L’autre avait dû le lui dire mais elle seule en avait apporté la preuve.
De toute façon, elle l’avait su immédiatement, quand leurs yeux s’étaient rencontrés, elle avait ressenti quelque chose. Sur le moment, elle l’avait mis de côté, après tout, elle était là pour une autre raison. Pourtant de fil en aiguille, de séance en séance, l’intérêt de River à son égard ne faisait que croître. On était bien loin du simple intérêt professionnel, tout en lui signalait autre chose. De ses prunelles, à ses gestes en passant par ses paroles, doucereuses, réconfortantes, passionnées.
Elle était importante.
Quand ils se voyaient, il lui offrait toujours quelque chose, sa boisson préférée, sa pâtisserie préférée, sa confiserie préférée. Il avait retenu ses goûts, de même que chaque évènement qu’elle mentionnait lors de leurs échanges. De plus, il ne l’a jamais jugé, tantôt oreille attentive, tantôt épaule réconfortante, elle se sentait à sa place pour la première fois depuis longtemps. Ça n’avait pas été le cas avec son ancien patron malgré leur attachement incontestable.
Alors, forcément, elle s’est entichée à son tour. Et le destin semblait être de leur côté car ils finissaient toujours par se croiser dans cette immense ville, des centaines de milliers d’habitants et les voici à se rencontrer à chaque coin de rues, ou presque. N’était-ce pas là le signe qu’ils étaient faits l’un pour l’autre ? Besoin irrépressible de lui plaire -ça toujours été son problème dans ses relations-, elle avait voulu connaître ses goûts, ses habitudes alors elle avait commencé à le suivre, pas tout le temps bien sûr. Et puis son absence lui était insupportable, de fait, ces occasions calculées devenaient des instants privilégiés et attendus. C’était sa façon à elle de lui montrer son assentiment d’explorer cette relation naissante. Des moments volés à l’abri des regards, des sourires échangés, peau contre peau lors d’une étreinte fiévreuse par une journée ensoleillée. Elle s’en souvenait encore, elle dans sa robe fleurie laissant ses épaules dénudées et lui qui récupérait son macchiato du début d’après-midi. On dirait une scène de film n’est-ce pas ? Ajoutez à cela sa maladresse légendaire qui l’a conduite dans les bras de son bien-aimé, elle sentit au bras qui la soutenait que tout comme elle, River souhaitait que le moment s’éternise. Peau contre peau, son nez s’enivrait de la fragrance de son cher et tendre. La nuit de l’homme d’Yves Saint Laurent parfum qu’elle avait identifié après de longues de recherches, en rapportant un exemplaire chez elle. Peau contre peau, la distance s’immisçait entre leurs deux corps, ils étaient en public après tout et elle pouvait voir ses yeux briller devant sa tenue ma femme a la même robe. Ses compliments étaient toujours indirects mais heureusement, elle savait lire entre les lignes. Peau contre peau, elle ne souhaitait qu’une chose, recommencer.
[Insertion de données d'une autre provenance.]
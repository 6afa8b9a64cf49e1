/* test_regress.c - regression stage: linear core against NIST StRD, infinite-
 * dilution models against Pitzer-model i values and data built from the
 * models themselves, molar-mass extrapolation, Monte Carlo, failures. */
#include <errno.h>
#include <math.h>
#include <stdio.h>
#include <stdlib.h>
#include <string.h>

#include <criterion/criterion.h>
#include <gsl/gsl_errno.h>
#include <gsl/gsl_randist.h>
#include <gsl/gsl_rng.h>
#include <gsl/gsl_sort.h>
#include <gsl/gsl_statistics_double.h>

#include "frostfit/regress.h"
#include "../src/regress_impl.h"

static void setup(void)
{
  gsl_set_error_handler_off();
}

/* ---- reference CSV loader ------------------------------------------- */

#define MAXROWS 64
struct ref_rows {
  size_t n;
  char key[MAXROWS][16];           /* first column when it is text */
  double v[MAXROWS][8];            /* numeric columns, in order */
  size_t nv;
};

/* Reads a CSV with '#' comment lines and one header line; column 0 is kept
 * as text when key_col is set, the following numeric columns go to v. */
static void load_ref(const char *path, int key_col, size_t nnum,
                     struct ref_rows *r)
{
  FILE *f = fopen(path, "r");
  char line[512];
  int header = 1;

  cr_assert_not_null(f, "cannot open %s (run the tests from the repo root)",
                     path);
  memset(r, 0, sizeof *r);
  r->nv = nnum;
  while (fgets(line, sizeof line, f)) {
    if (line[0] == '#' || line[0] == '\n')
      continue;
    if (header) {
      header = 0;
      continue;
    }
    cr_assert_lt(r->n, (size_t)MAXROWS);
    char *p = line;
    if (key_col) {
      char *c = strchr(p, ',');
      cr_assert_not_null(c);
      snprintf(r->key[r->n], sizeof r->key[r->n], "%.*s", (int)(c - p), p);
      p = c + 1;
    }
    for (size_t j = 0; j < nnum; j++) {
      char *end;
      errno = 0;
      r->v[r->n][j] = strtod(p, &end);
      cr_assert(end != p && errno != ERANGE && (*end == ',' || *end == '\n'),
                "%s: bad number near '%.20s'", path, p);
      p = end + (*end == ',');
    }
    r->n++;
  }
  fclose(f);
}

/* Pitzer-model i values of one salt from datasets/reference (see file). */
struct salt {
  struct ff_particles p;
  size_t n;
  double m[8], i[8], u[8];
};

static void load_salt(const char *name, struct salt *s)
{
  struct ref_rows r;
  load_ref("datasets/reference/pitzer_i_freezing.csv", 1, 7, &r);
  memset(s, 0, sizeof *s);
  for (size_t k = 0; k < r.n; k++) {
    if (strcmp(r.key[k], name) != 0)
      continue;
    s->p.nu = (unsigned)r.v[k][0];
    s->p.nu_plus = (unsigned)r.v[k][1];
    s->p.nu_minus = (unsigned)r.v[k][2];
    s->p.z_plus = (int)r.v[k][3];
    s->p.z_minus = (int)r.v[k][4];
    s->m[s->n] = r.v[k][5];
    s->i[s->n] = r.v[k][6];
    /* i printed to 3 decimals: rectangular rounding error, u = 0.0005/sqrt 3
     * (GUM 4.3.7; common practice) */
    s->u[s->n] = 0.0005 / sqrt(3.0);
    s->n++;
  }
  cr_assert_eq(s->n, 5, "%s: expected 5 rows", name);
}

/* A_phi of water at 0 C: 0.3764 kg^1/2 mol^-1/2, REFERENCES.md sec. 4.2
 * ([C] IAPWS-95 + IAPWS R8-97; Archer & Wang 1990 via CRP94 [F19]). */
#define A_PHI_0C 0.3764

static struct ff_regress_input salt_input(const struct salt *s, size_t from)
{
  struct ff_regress_input in = { s->n - from, s->m + from, s->i + from,
                                 s->u + from, NULL, s->p, A_PHI_0C };
  return in;
}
Bien sûr comme toute belle comédie romantique, il fallait des contraintes à surmonter pour que les deux cœurs se réunissent et ne forment plus qu’un. Se chercher subtilement, des jeux de regards, des sourires en coin et des instants volés qui avaient finir par se heurter à la réalité qu’il faudra vaincre. Et la réalité c’était l’autre, celle qui empêchait que leur badinage onirique ne devînt concret. Devant l’inaction de River, elle n’avait eu d’autre choix que de prendre les choses en main .
Et c’est qu’elle s’empressera d’indiquer aux autorités. partageant sa confusion par rapport à la réaction de River, la consternation qu’elle avait pu lire, suivi d’un dégoût qui la laissait pantoise. Il l’avait éloignée de lui, la tenant à distance avant de lui offrir son dos. Incompréhension rencontre tiédeur, froideur puis colère. Et elle, implorait, suppliait, s’emportait.
La colère.
Elle gronde, en appelle à des envies de destruction. elle, lui, le monde. Il compte ses pertes, River, contemple le trou béant où disparait une caisse en bois d’un blanc immaculé. La foule est silencieuse, secouée par des sanglots, témoins éloquents de leur affliction. Manque à ce tableau River, le mari qui avait juré de l’aimer jusqu’à ce que la mort les sépare et qui n’était plus le bienvenu. D’amour à criminel, consensus de la belle-famille pour le hisser au rang de coupable au même titre qu’elle. Accusations dégueulées avec aigreur, venant assaisonner ce breuvage de culpabilité et regrets dont il s’enivre depuis que la réalité l’avait rattrapé. La fleur de lys dans sa main droite ne demande qu’à rejoindre celle qu’il avait tant aimée. L’assemblée se disperse et lui reste là, comme paralysé, incapable d’esquisser le moindre mouvement.
Le silence.
L’inertie.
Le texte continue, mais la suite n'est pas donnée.